To independently prove or disprove the identity of SNF2 as the complementing gene, the SNF2 coding sequence plus 2881 bp upstream and 191 bp downstream sequences was cloned into the single copy vector YCplac33 (32). The resulting plasmid, pMW814, was used to transform AMYmut153. GFP fluorescence was recovered only in the pMW814-transformed strain but not in the vector control (Figure 1A), which confirmed the importance of Snf2p for VHT1 expression. We also analyzed expression of VHT1 in the Δsnf2 deletion mutant Y01586 (EUROSCARF, Frankfurt/Main, Germany) by quantitative RT-PCR (qRT-PCR; Figure 1B). In agreement with the previous data, the Δsnf2 strain failed to induce VHT1 under low biotin conditions. We finally tested if a mutation in another subunit of the ySWI/SNF complex will also abolish VHT1 induction. We, therefore, analyzed VHT1 expression in the Δswi3 mutant Y01250 (EUROSCARF) on low and high extracellular biotin by qRT-PCR (Figure 1B). In fact, also the Δswi3 mutant was unable to induce VHT1 under low biotin conditions, underlining the essential role of the ySWI/SNF complex for induction of VHT1.

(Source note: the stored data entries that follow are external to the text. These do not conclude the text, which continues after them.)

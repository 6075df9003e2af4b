package main

import (
	"context"
	"fmt"
	"io"
	"os"
	"strings"

	tea "github.com/charmbracelet/bubbletea"
	"github.com/charmbracelet/lipgloss"
	"github.com/mattn/go-isatty"
	"github.com/muesli/termenv"
	"github.com/spf13/cobra"
	"github.com/spf13/pflag"

	"github.com/sill-tool/sill/internal/demo"
	"github.com/sill-tool/sill/internal/format"
	"github.com/sill-tool/sill/internal/scores"
	"github.com/sill-tool/sill/tui"
)

type exploreOptions struct {
	input  inputFlags
	assume assumptionFlags
	out    string
	beyond beyondFlags // the flags of report's figures beyond the averages that the screen uses
	record recordFlags // --model-name, --model-version, --chosen-by: save.go
}

// registerBeyond registers the flags of beyondFlags that the explorer
// takes: segments' order, case times and shifts, the bootstrap run by the
// b key, the reliability table's bins and a second model's file.
func (o *exploreOptions) registerBeyond(fs *pflag.FlagSet) {
	f := &o.beyond
	fs.StringVar(&f.segmentOrder, "segment-order", "size", "first order of the segments overlay (s): size, gap or name")
	fs.IntVar(&f.calibrationBins, "calibration-bins", 10, "bins of the reliability table (e; scores in [0,1] only)")
	fs.IntVar(&f.replicates, "bootstrap", 200, "resampled sets when b asks how stable the cuts are (0: off)")
	fs.Uint64Var(&f.seed, "seed", 1, "seed of the resampling; the same seed gives the same figures")
	f.registerShared(fs)
}

// config returns the explorer's settings from the flags, checked.
func (o *exploreOptions) config() (tui.Config, error) {
	opts, err := o.beyond.options()
	if err != nil {
		return tui.Config{}, err
	}
	if err := o.record.check(); err != nil {
		return tui.Config{}, err
	}
	return tui.Config{Analysis: opts, SegmentOrder: o.beyond.order(),
		Model: o.record.model(), ChosenBy: strings.TrimSpace(o.record.chosenBy)}, nil
}

// load reads the scores at path and, with --compare, joins the second
// model's file to them. A set without both classes is refused: no cut can
// be chosen on it.
func (o *exploreOptions) load(ctx context.Context, path string, progress func(int)) (*scores.Set, error) {
	set, err := o.input.load(ctx, path, nil, progress)
	if err != nil {
		return nil, err
	}
	if err := bothClasses(set, "explore"); err != nil {
		return nil, err
	}
	return o.beyond.loadCompare(ctx, set)
}

func newExploreCmd() *cobra.Command {
	var o exploreOptions
	cmd := &cobra.Command{
		Use:   "explore FILE",
		Short: "Walk the cuts of a scored validation set on screen, pin candidates and write the chosen cut",
		Long: `explore opens a keyboard-driven screen on a validation set (the same files
and flags as report): the ranked list with the cut under the cursor, the
curve, the figures of the cursor's cut, the starting points on keys 1-6, and
a comparison strip of the cuts you pin. w writes the chosen cut, the pinned
candidates and the assumptions to --out; ? lists every key.

Beyond the averages: with --segment, s breaks the cursor's cut down by group;
with --time and --shifts the queue figure adds the real shifts' peaks and
queue90 at the capacity is a starting point; b resamples the set (--bootstrap,
--seed) to show how far the cuts move; e asks whether the scores read as
probabilities; with --score a --score b (or --compare FILE --id COL), m puts
both models' cuts side by side.`,
		Example: `  sill explore bearings.csv --volume 1500 --capacity 90
  sill explore scores.jsonl --cost-false-alert 120 --cost-miss 1200 --out cut.yaml
  sill explore bearings.csv --segment yard --time read_at --shifts 06:00,14:00,22:00 --volume 1500 --capacity 90`,
		Args: argsNamed("FILE (the validation set; sill with no arguments explores the demo)"),
		RunE: func(cmd *cobra.Command, args []string) error {
			path := args[0]
			if path == "-" {
				return fmt.Errorf("explore takes its keys from the terminal, so it cannot read scores from standard input; save them to a file first")
			}
			// Flag mistakes first, so that they are told even without a
			// terminal.
			if err := o.beyond.prepare(&o.input); err != nil {
				return err
			}
			cfg, err := o.config()
			if err != nil {
				return err
			}
			if err := checkOut(o.out); err != nil {
				return err
			}
			if !isTerminal() || cmd.OutOrStdout() != os.Stdout {
				return fmt.Errorf("explore needs a terminal on standard input and output; for printed figures use: sill report %s", path)
			}
			cfg.Load = func(progress func(int)) (*scores.Set, error) { return o.load(cmd.Context(), path, progress) }
			cfg.Assume, cfg.Out = o.assume.assumptions, o.out
			err = runExplorer(cmd.Context(), cfg)
			o.input.warnWeights(cmd.ErrOrStderr()) // once the screen has closed
			return err
		},
	}
	fs := cmd.Flags()
	o.input.register(fs)
	o.assume.register(fs)
	o.assume.input = &o.input
	fs.StringVar(&o.out, "out", "cut.yaml", "decision file the write key saves")
	o.record.register(fs, "")
	o.registerBeyond(fs)
	return cmd
}

// demoAssumptions are the flags of the demo's operating assumptions
// (package demo).
func demoAssumptions() []string {
	return []string{fmt.Sprintf("--volume=%d", demo.Volume), fmt.Sprintf("--capacity=%d", demo.Capacity),
		fmt.Sprintf("--cost-false-alert=%d", demo.CostFalseAlert), fmt.Sprintf("--cost-miss=%d", demo.CostMiss)}
}

// demoShifts are the flags that place the demo's readings in the depot's
// three crew shifts.
var demoShifts = []string{"--time=read_at", "--shifts=06:00,14:00,22:00", "--tz=UTC"}

// exploreDemo opens the explorer on the built-in demo data with the demo
// assumptions, its yards as segments and its readings in the three crew
// shifts.
func exploreDemo(ctx context.Context) error {
	cfg, err := demoConfig()
	if err != nil {
		return err
	}
	return runExplorer(ctx, cfg)
}

// demoConfig is the explorer's configuration for the built-in demo data.
func demoConfig() (tui.Config, error) {
	o := &exploreOptions{}
	fs := pflag.NewFlagSet("demo", pflag.ContinueOnError)
	o.assume.register(fs)
	o.registerBeyond(fs)
	if err := fs.Parse(append(demoAssumptions(), demoShifts...)); err != nil {
		return tui.Config{}, err
	}
	if err := o.beyond.prepare(&o.input); err != nil {
		return tui.Config{}, err
	}
	cfg, err := o.config()
	if err != nil {
		return cfg, err
	}
	cfg.Load = func(progress func(int)) (*scores.Set, error) { return o.input.loadDemo() }
	cfg.Assume, cfg.Out = o.assume.assumptions, "cut.yaml"
	return cfg, nil
}

// isTerminal reports whether both standard input and output are terminals.
func isTerminal() bool {
	return isatty.IsTerminal(os.Stdin.Fd()) && isatty.IsTerminal(os.Stdout.Fd())
}

// runExplorer runs the screen of cfg until the user quits or ctx ends. A
// load error ends the screen and is returned, so that sill prints it and
// exits with status 2.
func runExplorer(ctx context.Context, cfg tui.Config) error {
	renderer := lipgloss.NewRenderer(os.Stdout)
	if os.Getenv("NO_COLOR") != "" {
		renderer.SetColorProfile(termenv.Ascii)
	}
	styles := tui.DefaultStyles(renderer)
	cfg.ToolVersion, cfg.Styles, cfg.Context = toolVersion(), &styles, ctx
	model := tui.New(cfg)
	final, err := tea.NewProgram(model, tea.WithAltScreen(), tea.WithContext(ctx)).Run()
	model.WaitForWrites() // a write still going when the screen closed ends before the process does
	if err != nil {
		return fmt.Errorf("explore: %w", err)
	}
	return exploreOutcome(final.(tui.Model), cfg.Out, os.Stderr)
}

// exploreOutcome says on stderr where the decision is once the explorer
// m has closed, and returns the load error or the failed write that
// makes the exit status 2.
func exploreOutcome(m tui.Model, out string, stderr io.Writer) error {
	if err := m.Err(); err != nil {
		return err
	}
	path, n := m.Written(), m.Unwritten()
	if err := m.WriteErr(); err != nil {
		if path != "" {
			return fmt.Errorf("the last write failed (%s holds the decision as written before it): %w", path, err)
		}
		return fmt.Errorf("the decision was not written: %w", err)
	}
	path, out = format.Printable(path), format.Printable(out) // for the lines below; the error above is made printable where it is printed
	switch {
	case path != "" && n > 0:
		fmt.Fprintf(stderr, "sill: %s holds the decision as last written; the changes after that were not written\n", path)
	case path != "":
		fmt.Fprintf(stderr, "sill: the decision is in %s\n", path)
	case n == 1:
		fmt.Fprintf(stderr, "sill: the pinned candidate was not written (w writes it to %s)\n", out)
	case n > 1:
		fmt.Fprintf(stderr, "sill: the %d pinned candidates were not written (w writes them to %s)\n", n, out)
	}
	return nil
}
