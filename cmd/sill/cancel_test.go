package main

import (
	"context"
	"errors"
	"os"
	"strings"
	"testing"

	"github.com/sill-tool/sill/internal/demo"
)

// TestLoadStopsWhenCancelled: once the context ends, loading stops with
// its error whatever the route (a file, a counts table, standard input
// redirected from a file or piped), and a live context reads as before.
func TestLoadStopsWhenCancelled(t *testing.T) {
	dir := t.TempDir()
	path := writeFile(t, dir, "bearings.csv", demo.CSV(2000, 3))
	counts := writeFile(t, dir, "counts.csv", []byte("score,positives,negatives\n0.9,3,1\n0.2,1,5\n"))
	cancelled, cancel := context.WithCancel(context.Background())
	cancel()
	redirected := func(t *testing.T) *os.File {
		f, err := os.Open(path)
		if err != nil {
			t.Fatal(err)
		}
		t.Cleanup(func() { f.Close() })
		return f
	}
	for _, c := range []struct {
		name string
		load func(ctx context.Context) error
	}{
		{"file", func(ctx context.Context) error {
			_, err := (&inputFlags{}).load(ctx, path, nil, nil)
			return err
		}},
		{"counts", func(ctx context.Context) error {
			_, err := (&inputFlags{counts: true}).load(ctx, counts, nil, nil)
			return err
		}},
		{"redirected", func(ctx context.Context) error {
			_, err := (&inputFlags{}).load(ctx, "-", redirected(t), nil)
			return err
		}},
		{"piped", func(ctx context.Context) error {
			_, err := (&inputFlags{}).load(ctx, "-", strings.NewReader(string(demo.CSV(2000, 3))), nil)
			return err
		}},
	} {
		if err := c.load(cancelled); !errors.Is(err, context.Canceled) {
			t.Errorf("%s, cancelled: %v, want context.Canceled", c.name, err)
		}
		if err := c.load(context.Background()); err != nil {
			t.Errorf("%s: %v", c.name, err)
		}
	}
}
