package main

import (
	"encoding/json"
	"errors"
	"fmt"
	"io"
	"os"
	"path/filepath"
	"reflect"
	"strings"
	"testing"

	"github.com/sill-tool/sill/internal/scores"
)

// TestReportParquetFolderAndCounts runs report on the DuckDB-written
// Parquet file of internal/scores, on a Spark-style folder holding it twice
// (two parts and a _SUCCESS marker), and on the counts table of the same
// rows, and on the file through standard input (a pipe, and redirected
// from the file), and checks the row counts and ROC AUC in JSON. The file's 8 scored
// rows, worked out by hand from testdata/parquet/other-writer.csv: 4 true,
// 4 false; ROC AUC 0.78125: of the 16 true-false pairs the true 0.91 and
// 0.75 outrank all 4 falses, 0.57 outranks 3 and ties 1 (half), 0.0625
// outranks only 0.003: (4 + 4 + 3.5 + 1) / 16.
func TestReportParquetFolderAndCounts(t *testing.T) {
	data, err := os.ReadFile("../../internal/scores/testdata/parquet/other-writer.parquet")
	if err != nil {
		t.Fatal(err)
	}
	dir := t.TempDir()
	file := writeFile(t, dir, "cases.parquet", data)
	folder := filepath.Join(dir, "table")
	os.Mkdir(folder, 0o755)
	writeFile(t, folder, "part-00000.parquet", data)
	writeFile(t, folder, "part-00001.parquet", data)
	writeFile(t, folder, "_SUCCESS", nil)
	// The same 8 scored rows as a counts table.
	counts := writeFile(t, dir, "counts.csv", []byte("score,positives,negatives\n0.91,1,0\n0.12,0,1\n0.57,1,1\n0.003,0,1\n0.75,1,0\n0.3333,0,1\n0.0625,1,0\n"))
	type reportCase struct {
		name      string
		args      []string
		rows      int
		positives float64
	}
	cases := []reportCase{
		{"file", []string{"report", file, "--label", "failed", "--drop-invalid", "--format", "json"}, 8, 4},
		{"folder", []string{"report", folder, "--label", "failed", "--drop-invalid", "--format", "json"}, 16, 8},
		{"counts", []string{"report", counts, "--counts", "--format", "json"}, 8, 4},
	}
	// The file on standard input, through a pipe and redirected from the
	// file: recognised by its magic bytes either way.
	piped := []string{"report", "-", "--label", "failed", "--drop-invalid", "--format", "json"}
	redirected, err := os.Open(file)
	if err != nil {
		t.Fatal(err)
	}
	defer redirected.Close()
	var stdout, stderr strings.Builder
	code := run(piped, redirected, &stdout, &stderr)
	redirectedRun := sillResult{code, stdout.String(), stderr.String()}
	for _, c := range append(cases, reportCase{"pipe", piped, 8, 4}, reportCase{"redirected", nil, 8, 4}) {
		var res sillResult
		switch c.name {
		case "pipe":
			res = runSill(t, string(data), c.args...)
		case "redirected":
			res = redirectedRun
		default:
			res = runSill(t, "", c.args...)
		}
		if res.code != 0 {
			t.Fatalf("%s: exit %d: %s", c.name, res.code, res.stderr)
		}
		var got struct {
			Rows      int     `json:"rows"`
			Positives float64 `json:"positives"`
			ROCAUC    float64 `json:"roc_auc"`
		}
		if err := json.Unmarshal([]byte(res.stdout), &got); err != nil {
			t.Fatalf("%s: %v", c.name, err)
		}
		if got.Rows != c.rows || got.Positives != c.positives || got.ROCAUC != 0.78125 {
			t.Errorf("%s: rows %d, positives %v, ROC AUC %v; want %d, %v, 0.78125", c.name, got.Rows, got.Positives, got.ROCAUC, c.rows, c.positives)
		}
	}
}

// TestSQLCommand checks the wiring of sill sql: the query on standard
// output, --dialect and --text-type, a missing flag refused, and the
// query's errors with the flag that sets the part named (messages written
// out by hand).
func TestSQLCommand(t *testing.T) {
	res := runSill(t, "", "sql", "--table", "analytics.scored", "--score", "p", "--label", "failed", "--digits", "2")
	if res.code != 0 || !strings.Contains(res.stdout, `FLOOR("p" * 100 + 0.5) / 100 END AS sill_score`) || !strings.Contains(res.stdout, `FROM "analytics"."scored"`) ||
		!strings.Contains(res.stdout, `TRIM(CAST("failed" AS VARCHAR(255)))`) {
		t.Errorf("exit %d\n%s%s", res.code, res.stdout, res.stderr)
	}
	res = runSill(t, "", "sql", "--table", "t", "--score", "p", "--label", "failed", "--dialect", "clickhouse")
	if res.code != 0 || !strings.Contains(res.stdout, `replaceRegexpAll(CAST("failed" AS Nullable(String)), '^ +| +$', '')`) {
		t.Errorf("--dialect clickhouse: exit %d\n%s%s", res.code, res.stdout, res.stderr)
	}
	res = runSill(t, "", "sql", "--table", "t", "--score", "p", "--label", "failed", "--dialect", "clickhouse", "--text-type", "String")
	if res.code != 0 || !strings.Contains(res.stdout, `CAST("failed" AS String)`) {
		t.Errorf("--text-type with --dialect clickhouse: exit %d\n%s%s", res.code, res.stdout, res.stderr)
	}
	if res := runSill(t, "", "sql", "--table", "t", "--score", "p"); res.code == 0 || !strings.Contains(res.stderr, "label") {
		t.Errorf("without --label: exit %d, %q", res.code, res.stderr)
	}
	for _, c := range []struct {
		args []string
		want string
	}{
		{[]string{"--table", "t.", "--score", "p", "--label", "l"}, `sill: --table: empty name in "t.": a dot must separate two names`},
		{[]string{"--table", "t", "--score", " ", "--label", "l"}, `sill: --score: empty name`},
		{[]string{"--table", "t", "--score", "p", "--label", "l", "--digits", "13"}, `sill: --digits 13: digits out of range, expected 0 to 12, or -1 to keep every score as it is`},
		{[]string{"--table", "t", "--score", "p", "--label", "l", "--text-type", "a;b"}, `sill: --text-type "a;b": not a type name, expected one such as VARCHAR(255) or STRING`},
		{[]string{"--table", "t", "--score", "p", "--label", "l", "--dialect", "spark"}, `sill: --dialect "spark": unknown dialect, expected one of standard, clickhouse`},
	} {
		res := runSill(t, "", append([]string{"sql"}, c.args...)...)
		if res.code != 2 || res.stdout != "" || strings.TrimSpace(res.stderr) != c.want {
			t.Errorf("%v: exit %d, stdout %q, stderr %q; want 2 and %s", c.args, res.code, res.stdout, res.stderr, c.want)
		}
	}
}

// TestCountsNoScore checks that report --counts drops the rows of cases
// with no score (as sill sql counts NULL and non-numeric scores: empty
// from most engines, \N from ClickHouse) and says how many were true and
// false, in the warning and in JSON; sums worked by hand: 3+0 true, 4+2
// false, 1 with neither label.
func TestCountsNoScore(t *testing.T) {
	path := filepath.Join(t.TempDir(), "counts.csv")
	table := "score,positives,negatives,unrecognised\n0.9,5,1,0\n0.5,2,6,0\n,3,4,1\n\\N,0,2,0\n"
	if err := os.WriteFile(path, []byte(table), 0o644); err != nil {
		t.Fatal(err)
	}
	res := runSill(t, "", "report", path, "--counts", "--format", "json")
	var got struct {
		Rows           int                                               `json:"rows"`
		DroppedRows    int                                               `json:"dropped_rows"`
		DroppedNoScore struct{ Rows, Positives, Negatives, Neither int } `json:"dropped_no_score"`
		Warnings       []string                                          `json:"warnings"`
	}
	if err := json.Unmarshal([]byte(res.stdout), &got); err != nil {
		t.Fatalf("exit %d: %v\n%s", res.code, err, res.stderr)
	}
	want := "10 rows were dropped for a score that was missing or not a number (3 true cases, 6 false, 1 with neither label)"
	if res.code != 0 || got.Rows != 14 || got.DroppedRows != 10 || got.DroppedNoScore != (struct{ Rows, Positives, Negatives, Neither int }{10, 3, 6, 1}) ||
		len(got.Warnings) != 1 || got.Warnings[0] != want || !strings.Contains(res.stderr, want) {
		t.Errorf("exit %d: %+v\n%s", res.code, got, res.stderr)
	}
}

// TestLoadPiped checks that standard input from a pipe, copied aside and
// read by the block reader, gives what the line reader gives: the same set,
// the same error for a bad row, and the same error when the stream itself
// fails part way.
func TestLoadPiped(t *testing.T) {
	good := "score,label\n0.9,1\n0.4,0\n0.4,1\n0.1,0\n"
	bad := "score,label\n0.9,1\n0.4,maybe\n"
	for _, text := range []string{good, bad} {
		want, wantErr := scores.Read(strings.NewReader(text), "-", scores.Options{})
		got, gotErr := loadPiped(strings.NewReader(text), scores.Options{})
		if fmt.Sprint(wantErr) != fmt.Sprint(gotErr) || (wantErr == nil && !reflect.DeepEqual(want, got)) {
			t.Errorf("%q: line reader %v %v, piped %v %v", text, want, wantErr, got, gotErr)
		}
	}
	broken := errors.New("connection reset")
	stream := func() io.Reader { return io.MultiReader(strings.NewReader(good), errorReader{broken}) }
	_, wantErr := scores.Read(stream(), "-", scores.Options{})
	_, gotErr := loadPiped(stream(), scores.Options{})
	if wantErr == nil || fmt.Sprint(wantErr) != fmt.Sprint(gotErr) || !errors.Is(gotErr, broken) {
		t.Errorf("failing stream: line reader %v, piped %v", wantErr, gotErr)
	}
}
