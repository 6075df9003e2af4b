package main

import (
	"context"
	"errors"
	"fmt"
	"net"
	"path/filepath"
	"time"

	"github.com/spf13/cobra"

	"github.com/sill-tool/sill/internal/decision"
	"github.com/sill-tool/sill/internal/scores"
	"github.com/sill-tool/sill/serve"
)

func newServeCmd() *cobra.Command {
	var listen, authorizedKeys, hostKey string
	var idle time.Duration
	var maxSessions int
	var data string
	var o exploreOptions
	cmd := &cobra.Command{
		Use:   "serve FILE.yaml...",
		Short: "Show decision files to colleagues over SSH, and take their sign-offs",
		Long: `serve shows the named decision files over SSH to the holders of the keys in
an OpenSSH authorized_keys file, with nothing to install on their side.

A client with a terminal gets the review screen (several files: a list to
pick from first); the screen writes nothing. Without a terminal:

  ssh -p 2222 HOST                     prints the text review of the first file
  ssh -p 2222 HOST review [FILE] [--format markdown]
  ssh -p 2222 HOST sign --verdict approve|revise|reject [--role ROLE] [--note TEXT] [FILE]

FILE is a file's base name or its place on this command line (1 first);
no other path is reachable. A sign-off's name is the key's comment in the
authorized_keys file and its key is the key's SHA256 fingerprint. Anything
else (a shell, another command, a subsystem such as sftp, port, agent or
X11 forwarding) is refused. Passwords are never asked.

It listens on 127.0.0.1:2222 unless --listen names another address. The
host key is an ed25519 key made on the first run (mode 0600) and used
after; its fingerprint is printed at start, for clients to check. Each
connection leaves one line on standard error: time, remote address, key
fingerprint and what was done.`,
		Example: `  sill serve cut.yaml --authorized-keys ~/.ssh/reviewers.pub
  sill serve cut.yaml cut-next.yaml --authorized-keys reviewers --listen 10.0.0.5:2222`,
		Args: func(cmd *cobra.Command, args []string) error {
			if len(args) == 0 {
				return errors.New("serve takes one or more decision files; got none (see sill serve --help)")
			}
			return nil
		},
		RunE: func(cmd *cobra.Command, args []string) error {
			if authorizedKeys == "" {
				return errors.New("--authorized-keys FILE is required: the keys let in, one a line as OpenSSH writes them")
			}
			if idle <= 0 {
				return fmt.Errorf("--idle-timeout %s: expected a positive duration such as 15m", idle)
			}
			if maxSessions < 1 {
				return fmt.Errorf("--max-sessions %d: expected 1 or more", maxSessions)
			}
			for _, path := range args {
				if _, err := decision.ReadFile(path); err != nil {
					return err
				}
			}
			var explore *serve.Explore
			if data != "" {
				var err error
				if explore, err = serveExplore(cmd.Context(), &o, data); err != nil {
					return err
				}
				o.input.warnWeights(cmd.ErrOrStderr())
			}
			stderr := cmd.ErrOrStderr()
			if hostKey == "" {
				var err error
				if hostKey, err = serve.DefaultHostKeyPath(); err != nil {
					return err
				}
			}
			signer, created, err := serve.LoadHostKey(cmd.Context(), hostKey)
			if err != nil {
				return err
			}
			made := "host key"
			if created {
				made = "host key made"
			}
			fmt.Fprintf(stderr, "sill: %s at %s: %s (ED25519)\n", made, hostKey, serve.Fingerprint(signer.PublicKey()))
			srv, err := serve.New(serve.Config{Files: args, AuthorizedKeys: authorizedKeys, HostKey: signer,
				IdleTimeout: idle, MaxSessions: maxSessions, Log: stderr, Explore: explore})
			if err != nil {
				return err
			}
			if !serve.Loopback(listen) {
				fmt.Fprintf(stderr, "sill: warning: listening on %s, reachable from other machines; only the keys in %s get in\n", listen, authorizedKeys)
			}
			ln, err := net.Listen("tcp", listen)
			if err != nil {
				return fmt.Errorf("--listen %s: %w", listen, err)
			}
			fmt.Fprintf(stderr, "sill: serving %d decision %s on %s (ctrl+c stops)\n", len(args), pluralWord(len(args), "file", "files"), ln.Addr())
			go func() {
				<-cmd.Context().Done()
				srv.Close()
			}()
			return srv.Serve(ln)
		},
	}
	fs := cmd.Flags()
	fs.StringVar(&listen, "listen", serve.DefaultListen, "the address to listen on; another than loopback is reachable from other machines")
	fs.StringVar(&authorizedKeys, "authorized-keys", "", "the OpenSSH authorized_keys file of the keys let in (read again when it changes)")
	fs.StringVar(&hostKey, "host-key", "", "the server's ed25519 key, made there on the first run (default: in your configuration folder)")
	fs.DurationVar(&idle, "idle-timeout", serve.DefaultIdleTimeout, "close a connection after this long without input")
	fs.IntVar(&maxSessions, "max-sessions", serve.DefaultMaxSessions, "connections open at once, at most")
	fs.StringVar(&data, "data", "", "also serve the explorer on this validation set (with explore's flags), loaded once; each connection explores alone and writes nothing")
	o.input.register(fs)
	o.assume.register(fs)
	o.assume.input = &o.input
	o.registerBeyond(fs)
	return cmd
}

// serveExplore loads the validation set at path once, with explore's
// flags, for every connection's explorer.
func serveExplore(ctx context.Context, o *exploreOptions, path string) (*serve.Explore, error) {
	if path == "-" {
		return nil, errors.New("--data takes a file; the set is loaded once before serving, not from standard input")
	}
	if err := o.beyond.prepare(&o.input); err != nil {
		return nil, err
	}
	cfg, err := o.config()
	if err != nil {
		return nil, err
	}
	set, err := o.load(ctx, path, nil)
	if err != nil {
		return nil, err
	}
	if _, err := o.assume.assumptions(set); err != nil {
		return nil, err
	}
	cfg.Load = func(func(int)) (*scores.Set, error) { return set, nil }
	cfg.Assume, cfg.ToolVersion = o.assume.assumptions, toolVersion()
	return &serve.Explore{Name: filepath.Base(path), Config: cfg}, nil
}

A single amino acid exchange in the N-terminus of Snf2p is responsible for the lack of VHT1 induction

When we sequenced the snf2 mutant allele of the EMS-mutant strain, AMYmut153 from −830 bp upstream from the start-ATG to 52 bp downstream of the stop-codon, we found a single point mutation in the codon for the arginine residue at position 15 in Snf2p. This mutation changed CGC into TGC, which replaced the arginine at position 15 by a cysteine yielding snf2p-R15C. A comparison of the Snf2p sequences from different fungi demonstrated that this amino acid is highly conserved in Snf2 proteins from other species of the order Saccharomycetales (Figure 2A). Occasionally, this arginine can be replaced by a lysine residue (see the sequence of the Candida dubliniensis Snf2 protein in Figure 2A).

Figure 2.

Alignment of N-terminal Snf2 protein sequences and comparative expression analyses. (A) The first 70 amino acids of S. cerevisiae Snf2p and the corresponding residues of Snf2 proteins from other members of the order Saccharomycetales. Amino acids identical in all proteins are highlighted. The arginine at position 15 in Snf2p is highlighted in black, predicted α-helices are underlined. (B) Model of the predicted secondary structure for Snf2p EVA domains. The position of the conserved arginine/lysine is indicated. (C) Western blot analysis of the relative amount of Snf2p-myc and snf2p-R15C-myc in extracts of cells expressing the corresponding genes. An extract of cells expressing SNF2 without a C-terminal fusion is shown to demonstrate the specificity of the anti-myc antiserum (anti-myc). Each lane was loaded with 5 µg of protein extract. Signals obtained from the same blot with an anti-Adh-antiserum (anti-Adh) are shown as loading controls.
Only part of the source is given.